[ACTIVITY] In the entries that follow, how many lines hold the string "import"? Give only that number.

● ● ● ● ●

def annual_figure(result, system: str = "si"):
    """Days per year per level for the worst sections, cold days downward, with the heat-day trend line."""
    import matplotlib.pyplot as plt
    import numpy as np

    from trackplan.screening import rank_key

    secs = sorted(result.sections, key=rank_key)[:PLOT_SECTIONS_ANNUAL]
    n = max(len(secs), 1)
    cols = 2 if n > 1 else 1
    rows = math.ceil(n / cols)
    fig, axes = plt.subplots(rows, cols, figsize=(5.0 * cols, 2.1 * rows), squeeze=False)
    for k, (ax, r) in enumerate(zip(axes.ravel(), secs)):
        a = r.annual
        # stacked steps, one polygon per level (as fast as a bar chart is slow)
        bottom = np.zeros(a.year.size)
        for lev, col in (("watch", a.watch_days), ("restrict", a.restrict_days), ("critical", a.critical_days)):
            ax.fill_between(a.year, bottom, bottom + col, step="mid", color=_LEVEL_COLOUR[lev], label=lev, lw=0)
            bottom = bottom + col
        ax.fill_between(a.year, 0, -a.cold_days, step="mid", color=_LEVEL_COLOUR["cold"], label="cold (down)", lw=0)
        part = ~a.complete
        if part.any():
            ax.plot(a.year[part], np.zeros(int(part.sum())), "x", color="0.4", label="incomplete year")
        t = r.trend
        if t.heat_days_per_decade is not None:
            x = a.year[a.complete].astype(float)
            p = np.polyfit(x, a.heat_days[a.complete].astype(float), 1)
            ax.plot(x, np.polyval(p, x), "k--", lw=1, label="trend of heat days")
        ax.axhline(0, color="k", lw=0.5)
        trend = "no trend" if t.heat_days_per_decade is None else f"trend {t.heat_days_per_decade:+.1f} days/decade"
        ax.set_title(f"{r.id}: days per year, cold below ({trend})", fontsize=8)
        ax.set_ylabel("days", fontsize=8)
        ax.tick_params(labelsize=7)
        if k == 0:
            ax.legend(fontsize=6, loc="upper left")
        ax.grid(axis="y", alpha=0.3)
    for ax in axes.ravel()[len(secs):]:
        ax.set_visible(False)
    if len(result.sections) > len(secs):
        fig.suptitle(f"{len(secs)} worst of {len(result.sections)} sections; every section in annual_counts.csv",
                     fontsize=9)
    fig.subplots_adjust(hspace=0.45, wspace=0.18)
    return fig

● ● ● ● ●

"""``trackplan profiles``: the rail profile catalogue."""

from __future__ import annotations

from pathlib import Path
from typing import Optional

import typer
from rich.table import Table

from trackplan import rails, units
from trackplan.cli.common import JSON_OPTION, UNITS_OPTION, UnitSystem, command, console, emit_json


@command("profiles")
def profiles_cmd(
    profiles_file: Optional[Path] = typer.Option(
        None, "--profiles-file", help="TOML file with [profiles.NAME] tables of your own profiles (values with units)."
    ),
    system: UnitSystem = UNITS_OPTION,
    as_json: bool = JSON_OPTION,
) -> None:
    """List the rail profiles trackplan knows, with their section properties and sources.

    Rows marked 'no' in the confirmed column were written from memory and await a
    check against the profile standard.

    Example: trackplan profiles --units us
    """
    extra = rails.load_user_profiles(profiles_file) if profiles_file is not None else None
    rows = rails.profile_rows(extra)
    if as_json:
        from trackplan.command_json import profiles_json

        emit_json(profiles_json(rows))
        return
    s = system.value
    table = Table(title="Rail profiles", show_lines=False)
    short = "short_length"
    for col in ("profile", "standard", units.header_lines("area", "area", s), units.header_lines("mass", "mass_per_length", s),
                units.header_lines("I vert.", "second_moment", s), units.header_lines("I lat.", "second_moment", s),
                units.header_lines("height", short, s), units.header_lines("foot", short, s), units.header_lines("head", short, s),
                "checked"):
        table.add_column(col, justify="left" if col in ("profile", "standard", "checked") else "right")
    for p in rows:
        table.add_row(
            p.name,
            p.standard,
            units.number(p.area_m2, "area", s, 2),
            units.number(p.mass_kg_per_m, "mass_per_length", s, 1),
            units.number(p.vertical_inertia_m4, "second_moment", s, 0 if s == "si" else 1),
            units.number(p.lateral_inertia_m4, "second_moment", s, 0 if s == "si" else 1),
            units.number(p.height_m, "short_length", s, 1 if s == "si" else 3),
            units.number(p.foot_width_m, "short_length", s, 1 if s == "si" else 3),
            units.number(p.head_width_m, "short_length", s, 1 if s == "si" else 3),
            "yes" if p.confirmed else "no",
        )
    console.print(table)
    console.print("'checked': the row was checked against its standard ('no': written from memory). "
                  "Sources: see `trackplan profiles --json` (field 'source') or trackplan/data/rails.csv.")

● ● ● ● ●

[EXERCISE RESULT] 11